(11/22) Ezekiel 34:11-16, 20-24 and Psalm 100 • Ezekiel 34:11-16, 20-24 and Psalm 95:1-7a • Ephesians 1:15-23 • Matthew 25:31-46
In this week's Matthew passage, a lot is happening on many levels. It's confusing, at least to me. There is the judgment day theme, a king, sheep and goats, and a lot of surprised people. In the scripture passage, the king explains to those who had shown kindness and mercy to others that in doing so, they had shown kindness and mercy to his family: and indirectly, to him. It did not matter who they had treated with decency and respect – everyone, even the least important, counted. The king also explains to those who had failed to be fair and just to others that they had failed to be fair and just to him.
Somehow, we humans have reversed-engineered a moral message into the story. It is often read as criticism – with a push to do more, try harder, lest one land in the group not doing enough. The more I look at it, though, the less this interpretation makes sense to me. In essence, this is a good news story.
The king, you see, is telling those who are simply showing up in the lives of others that they are inheriting (v. 34) what has always been theirs. And he tells those who are failing to do so that they are damned forever. It is more or less a description of how things are, in the present moment. Those who are attending to relationship processes are blessed, now and later.

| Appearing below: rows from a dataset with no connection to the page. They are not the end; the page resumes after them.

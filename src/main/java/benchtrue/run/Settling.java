package benchtrue.run;

import benchtrue.estimate.Diagnosis;
import benchtrue.model.Memory;
import benchtrue.sheet.UnknownSpec;
import java.util.Arrays;

/**
 * Which unknowns of a group are settled: determined and not weak, their U within the wanted one, the innovations steady and no
 * alarm standing, all of it for one effective memory. Evaluated now and then, at readings that do not depend on any clock.
 */
final class Settling {
    /** What counts as one memory where nothing is forgotten. */
    private static final double READINGS_WITHOUT_FORGETTING = 100;

    private static final int OFTEN = 16;
    private static final int SELDOM = 256;

    private final GroupRun run;
    private final double[] sinceTime;
    private final long[] sinceReading;
    private final Standing[] standings;
    private Diagnosis diagnosis;
    private long lastReading;

    Settling(GroupRun run) {
        this.run = run;
        int p = run.estimates().length;
        sinceTime = new double[p];
        sinceReading = new long[p];
        standings = new Standing[p];
        diagnosis = run.estimator().diagnose();
        restart();
    }

    void restart() {
        Arrays.fill(sinceReading, -1);
        Arrays.fill(standings, Standing.NOT_DETERMINED);
        lastReading = 0;
    }

    /** Whether so many readings have passed that a look is worth its cost. */
    boolean due(long reading) {
        long patience = Math.max(OFTEN, Math.min(SELDOM, run.estimator().rows() / OFTEN));
        return reading - lastReading >= patience;
    }

    void evaluate(long reading, double time, boolean alarmStands) {
        lastReading = reading;
        diagnosis = run.estimator().diagnose();
        Estimates now = run.now();
        boolean steady = true;
        for (int k = 0; k < run.specs().size(); k++) {
            steady &= run.track(k).isSteady();
        }
        for (int i = 0; i < standings.length; i++) {
            standings[i] = standing(i, now, steady && !alarmStands, reading, time);
        }
    }

    private Standing standing(int i, Estimates now, boolean quiet, long reading, double time) {
        if (!diagnosis.determined()[i] || Double.isNaN(now.values()[i]) || run.onlyNoise(i)) {
            sinceReading[i] = -1;
            return Standing.NOT_DETERMINED;
        }
        UnknownSpec spec = run.group().unknowns().get(i);
        boolean narrow = Double.isNaN(spec.wanted()) || now.of(i).expanded() <= spec.wanted();
        if (diagnosis.weak()[i] || !narrow || !quiet) {
            sinceReading[i] = -1;
        } else if (sinceReading[i] < 0) {
            sinceReading[i] = reading;
            sinceTime[i] = time;
        }
        if (diagnosis.weak()[i]) {
            return Standing.WEAK;
        }
        return sinceReading[i] >= 0 && oneMemoryAgo(reading - sinceReading[i], time - sinceTime[i])
                ? Standing.SETTLED
                : Standing.SETTLING;
    }

    private boolean oneMemoryAgo(long readings, double seconds) {
        Memory memory = run.forgetting().memory();
        if (memory instanceof Memory.Seconds time) {
            return seconds >= time.seconds();
        }
        return readings >= (memory instanceof Memory.Readings count ? count.count() : READINGS_WITHOUT_FORGETTING);
    }

    Standing of(int unknown) {
        return standings[unknown];
    }

    boolean allSettled() {
        return Arrays.stream(standings).allMatch(s -> s == Standing.SETTLED);
    }

    boolean allDetermined() {
        return Arrays.stream(standings).noneMatch(s -> s == Standing.NOT_DETERMINED);
    }

    Diagnosis diagnosis() {
        return diagnosis;
    }
}
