package benchtrue.run;

import benchtrue.estimate.Estimator;
import benchtrue.model.Forgetting;
import java.util.List;

/** For each channel with other uncertainty an estimator of what that does to the live estimates, fed with the same weights. */
final class Shadows {
    private final Systematic systematic;
    private final int group;
    private final Estimator[] estimators;
    private final double[][] effects;
    private final int unknowns;

    Shadows(Systematic systematic, int group, boolean[] constant, Forgetting forgetting) {
        this.systematic = systematic;
        this.group = group;
        unknowns = constant.length;
        estimators = new Estimator[systematic.size()];
        effects = new double[estimators.length][unknowns];
        for (int c = 0; c < estimators.length; c++) {
            estimators[c] = new Estimator(constant, 1, forgetting);
        }
    }

    void next(double elapsed) {
        for (Estimator estimator : estimators) {
            estimator.next(elapsed);
        }
    }

    /** @param estimates before the row; while one is not known the row is not taken in */
    void use(int relation, Row row, double[] estimates, Estimator main) {
        for (int c = 0; c < estimators.length; c++) {
            double shift = systematic.shift(c, group, relation, row, estimates);
            if (!Double.isNaN(shift)) {
                estimators[c].predict(0, row.phi, shift, row.weight * main.relationWeight(relation));
                estimators[c].use();
                refresh(c);
            }
        }
    }

    void restart() {
        for (Estimator estimator : estimators) {
            estimator.restart();
        }
    }

    void forget(Forgetting forgetting) {
        for (Estimator estimator : estimators) {
            estimator.forget(forgetting);
        }
    }

    /** Adds the declared uncertainties in quadrature to those of the readings. */
    void widen(double[] uncertainties, double[] other) {
        for (int i = 0; i < unknowns; i++) {
            double variance = uncertainties[i] * uncertainties[i] + other[i] * other[i];
            for (double[] effect : effects) {
                variance += effect[i] * effect[i];
            }
            uncertainties[i] = Math.sqrt(variance);
        }
    }

    private void refresh(int c) {
        estimators[c].estimates(effects[c]);
        for (int i = 0; i < unknowns; i++) {
            effects[c][i] = Double.isNaN(effects[c][i]) ? 0 : effects[c][i];
        }
    }

    List<String> names() {
        return systematic.names();
    }

    /** A copy, c×p; 0 where not known yet. */
    double[][] effects() {
        double[][] copy = new double[effects.length][];
        for (int c = 0; c < copy.length; c++) {
            copy[c] = effects[c].clone();
        }
        return copy;
    }
}
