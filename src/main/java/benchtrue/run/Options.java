package benchtrue.run;

import java.util.List;

/**
 * How a run is driven. Has no part in what it computes.
 *
 * @param pace times real time, above 0; infinite: as fast as it goes
 * @param shown whether somebody looks at the desk: then snapshots are made, and after its end the run stays open until it is
 *     closed
 * @param acts of the operator that a recorded run has, in the order of their readings
 */
public record Options(double pace, boolean shown, List<TimedAct> acts) {
    public Options {
        if (!(pace > 0)) {
            throw new IllegalArgumentException("pace " + pace + ": must be above 0");
        }
        acts = List.copyOf(acts);
    }
}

At its most basic level, attending to relationships begins with staying in touch. It involves having enough contact with family members that one would know, for example, if they were hungry or lonely or ill. Next would come acting on one's responsibilities to others.
More than that, one would know what was important to the other – and they would know the same about oneself. Respecting the other, and their own capacity to solve their problems, can keep the relationship strong. Being clear about one's own thinking – taking I positions – can help. All these processes, though, are available only when one is connected with the aunts, uncles, cousins, and extended family that make up one's relationship system. The family is everyone's birthright and each person's inheritance.
In the story, every person – sheep or goat – was surprised. I remember a time when I was surprised to hear someone thank me. At church one fall day, another parent told me that I had really helped him get through a long summer. I asked what I had said, imagining maybe some wise comment in a Sunday School class. Not so much. He told a story about the first day of summer swim practice, seeing each other as we dropped off our kids. Both of us, of course, were facing long summers of trying to juggle work and parental responsibilities. Apparently, I'd said, "only 89 days until school starts back!"
Just being oneself with others is enough. Showing up is what matters. The good news? That's the only criteria for making it to the sheep side of the room.
Morning: Who in my family network am I distanced from now?
Evening: In what relationships could I define myself more clearly?
Psalm 95:7a For he is our God, and we are the people of his pasture, and the sheep of his hand.